### WHAT IS EXPECTED:
Show each line from the records below in which the word "link" occurs.

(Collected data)
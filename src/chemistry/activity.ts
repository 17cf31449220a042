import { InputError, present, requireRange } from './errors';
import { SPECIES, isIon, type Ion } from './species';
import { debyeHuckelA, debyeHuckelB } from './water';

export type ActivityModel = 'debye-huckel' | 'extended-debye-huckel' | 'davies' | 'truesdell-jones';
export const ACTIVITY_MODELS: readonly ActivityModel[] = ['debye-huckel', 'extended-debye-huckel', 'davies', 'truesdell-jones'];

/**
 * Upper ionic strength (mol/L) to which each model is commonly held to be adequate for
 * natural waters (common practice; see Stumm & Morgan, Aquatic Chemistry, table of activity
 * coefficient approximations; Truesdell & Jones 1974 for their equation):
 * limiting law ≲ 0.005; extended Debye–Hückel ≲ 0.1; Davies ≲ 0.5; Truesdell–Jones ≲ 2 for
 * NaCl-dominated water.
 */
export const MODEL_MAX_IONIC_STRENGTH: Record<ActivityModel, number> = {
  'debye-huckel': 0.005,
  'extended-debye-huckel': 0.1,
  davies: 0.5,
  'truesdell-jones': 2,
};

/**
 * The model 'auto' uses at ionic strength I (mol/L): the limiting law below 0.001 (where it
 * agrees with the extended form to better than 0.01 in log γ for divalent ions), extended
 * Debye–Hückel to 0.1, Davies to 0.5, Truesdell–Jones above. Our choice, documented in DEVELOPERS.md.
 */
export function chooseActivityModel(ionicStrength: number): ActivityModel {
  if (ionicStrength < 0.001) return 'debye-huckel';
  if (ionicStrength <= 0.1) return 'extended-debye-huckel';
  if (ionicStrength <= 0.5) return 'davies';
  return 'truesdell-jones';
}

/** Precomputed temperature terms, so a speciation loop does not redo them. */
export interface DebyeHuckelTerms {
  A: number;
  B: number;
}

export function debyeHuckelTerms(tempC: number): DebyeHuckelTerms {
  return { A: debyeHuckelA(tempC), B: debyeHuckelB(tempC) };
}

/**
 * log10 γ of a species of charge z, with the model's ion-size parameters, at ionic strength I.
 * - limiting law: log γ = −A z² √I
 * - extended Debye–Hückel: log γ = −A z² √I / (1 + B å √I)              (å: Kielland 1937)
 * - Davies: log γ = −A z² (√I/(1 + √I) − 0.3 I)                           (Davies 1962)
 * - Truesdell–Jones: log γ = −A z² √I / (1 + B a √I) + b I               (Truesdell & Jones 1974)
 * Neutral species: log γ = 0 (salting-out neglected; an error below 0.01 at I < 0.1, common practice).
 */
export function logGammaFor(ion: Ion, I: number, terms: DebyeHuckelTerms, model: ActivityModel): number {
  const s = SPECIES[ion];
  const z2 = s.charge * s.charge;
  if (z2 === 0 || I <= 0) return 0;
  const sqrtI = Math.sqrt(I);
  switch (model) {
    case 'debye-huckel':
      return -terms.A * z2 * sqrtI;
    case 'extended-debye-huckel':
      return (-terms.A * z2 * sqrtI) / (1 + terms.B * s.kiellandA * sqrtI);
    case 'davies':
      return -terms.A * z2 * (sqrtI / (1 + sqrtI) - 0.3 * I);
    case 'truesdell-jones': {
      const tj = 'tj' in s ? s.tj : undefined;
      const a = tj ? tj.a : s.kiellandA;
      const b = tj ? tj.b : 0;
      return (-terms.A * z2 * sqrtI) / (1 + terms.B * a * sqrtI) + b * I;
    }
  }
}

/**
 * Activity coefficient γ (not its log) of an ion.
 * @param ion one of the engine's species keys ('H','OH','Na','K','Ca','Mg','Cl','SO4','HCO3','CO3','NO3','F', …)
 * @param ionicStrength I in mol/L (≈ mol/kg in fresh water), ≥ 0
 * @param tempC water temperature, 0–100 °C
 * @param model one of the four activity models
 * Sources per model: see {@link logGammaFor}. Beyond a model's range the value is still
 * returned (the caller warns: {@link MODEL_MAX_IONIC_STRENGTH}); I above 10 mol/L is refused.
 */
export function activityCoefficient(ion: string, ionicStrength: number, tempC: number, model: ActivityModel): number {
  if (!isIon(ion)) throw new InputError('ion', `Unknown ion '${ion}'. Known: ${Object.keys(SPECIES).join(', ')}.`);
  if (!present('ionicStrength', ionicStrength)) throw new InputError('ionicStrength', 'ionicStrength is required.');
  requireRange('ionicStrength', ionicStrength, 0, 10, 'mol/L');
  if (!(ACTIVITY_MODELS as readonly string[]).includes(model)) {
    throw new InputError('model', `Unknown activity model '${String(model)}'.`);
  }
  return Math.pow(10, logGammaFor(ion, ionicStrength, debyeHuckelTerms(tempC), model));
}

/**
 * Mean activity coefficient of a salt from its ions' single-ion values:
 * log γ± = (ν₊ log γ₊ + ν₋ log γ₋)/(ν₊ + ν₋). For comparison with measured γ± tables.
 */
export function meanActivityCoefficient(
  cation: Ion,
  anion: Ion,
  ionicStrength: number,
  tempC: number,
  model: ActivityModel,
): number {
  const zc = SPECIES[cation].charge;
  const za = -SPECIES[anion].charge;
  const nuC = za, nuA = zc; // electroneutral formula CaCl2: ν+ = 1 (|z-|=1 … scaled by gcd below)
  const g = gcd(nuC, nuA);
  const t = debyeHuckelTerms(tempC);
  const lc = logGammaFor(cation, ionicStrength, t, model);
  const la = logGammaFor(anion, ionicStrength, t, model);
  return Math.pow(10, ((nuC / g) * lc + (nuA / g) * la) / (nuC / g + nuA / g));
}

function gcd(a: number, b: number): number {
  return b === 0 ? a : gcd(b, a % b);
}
...
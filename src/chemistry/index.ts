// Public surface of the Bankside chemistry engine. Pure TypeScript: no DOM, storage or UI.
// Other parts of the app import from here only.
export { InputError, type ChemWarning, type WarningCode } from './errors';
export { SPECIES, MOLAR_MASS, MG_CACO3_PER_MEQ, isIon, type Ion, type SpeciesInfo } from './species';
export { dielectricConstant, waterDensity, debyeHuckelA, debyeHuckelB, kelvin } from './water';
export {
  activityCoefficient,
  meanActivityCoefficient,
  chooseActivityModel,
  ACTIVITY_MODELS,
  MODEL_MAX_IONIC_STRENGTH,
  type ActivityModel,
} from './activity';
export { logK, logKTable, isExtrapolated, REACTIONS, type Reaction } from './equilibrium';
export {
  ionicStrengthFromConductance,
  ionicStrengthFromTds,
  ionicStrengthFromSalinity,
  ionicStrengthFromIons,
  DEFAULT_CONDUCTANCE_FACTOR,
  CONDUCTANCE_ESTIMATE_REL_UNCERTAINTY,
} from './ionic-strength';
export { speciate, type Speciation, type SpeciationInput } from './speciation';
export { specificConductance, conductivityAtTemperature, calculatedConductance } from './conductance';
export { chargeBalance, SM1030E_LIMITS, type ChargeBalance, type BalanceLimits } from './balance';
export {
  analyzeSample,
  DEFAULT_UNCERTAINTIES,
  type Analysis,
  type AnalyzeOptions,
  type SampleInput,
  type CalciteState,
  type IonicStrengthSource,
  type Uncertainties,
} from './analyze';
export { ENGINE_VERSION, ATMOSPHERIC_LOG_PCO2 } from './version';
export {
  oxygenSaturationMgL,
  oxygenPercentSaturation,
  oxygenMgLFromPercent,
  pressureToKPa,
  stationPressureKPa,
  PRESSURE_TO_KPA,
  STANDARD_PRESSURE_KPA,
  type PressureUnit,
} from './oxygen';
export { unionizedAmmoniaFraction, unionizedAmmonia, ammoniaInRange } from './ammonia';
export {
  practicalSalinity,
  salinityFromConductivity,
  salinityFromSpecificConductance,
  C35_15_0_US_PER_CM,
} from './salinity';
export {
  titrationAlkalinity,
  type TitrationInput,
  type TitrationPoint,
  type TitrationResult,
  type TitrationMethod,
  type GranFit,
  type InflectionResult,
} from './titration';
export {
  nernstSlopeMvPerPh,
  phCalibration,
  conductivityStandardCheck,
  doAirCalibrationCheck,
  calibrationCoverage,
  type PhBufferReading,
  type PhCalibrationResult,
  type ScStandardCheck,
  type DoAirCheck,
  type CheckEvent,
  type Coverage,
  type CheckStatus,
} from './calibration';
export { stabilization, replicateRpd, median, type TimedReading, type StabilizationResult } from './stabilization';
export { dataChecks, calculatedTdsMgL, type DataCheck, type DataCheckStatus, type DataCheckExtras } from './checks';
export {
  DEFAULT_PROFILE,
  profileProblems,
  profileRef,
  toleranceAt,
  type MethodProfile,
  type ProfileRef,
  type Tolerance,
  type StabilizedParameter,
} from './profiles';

### EXERCISE RESPONSE:
 * Sources per model: see {@link logGammaFor}. Beyond a model's range the value is still
 * returned (the caller warns: {@link MODEL_MAX_IONIC_STRENGTH}); I above 10 mol/L is refused.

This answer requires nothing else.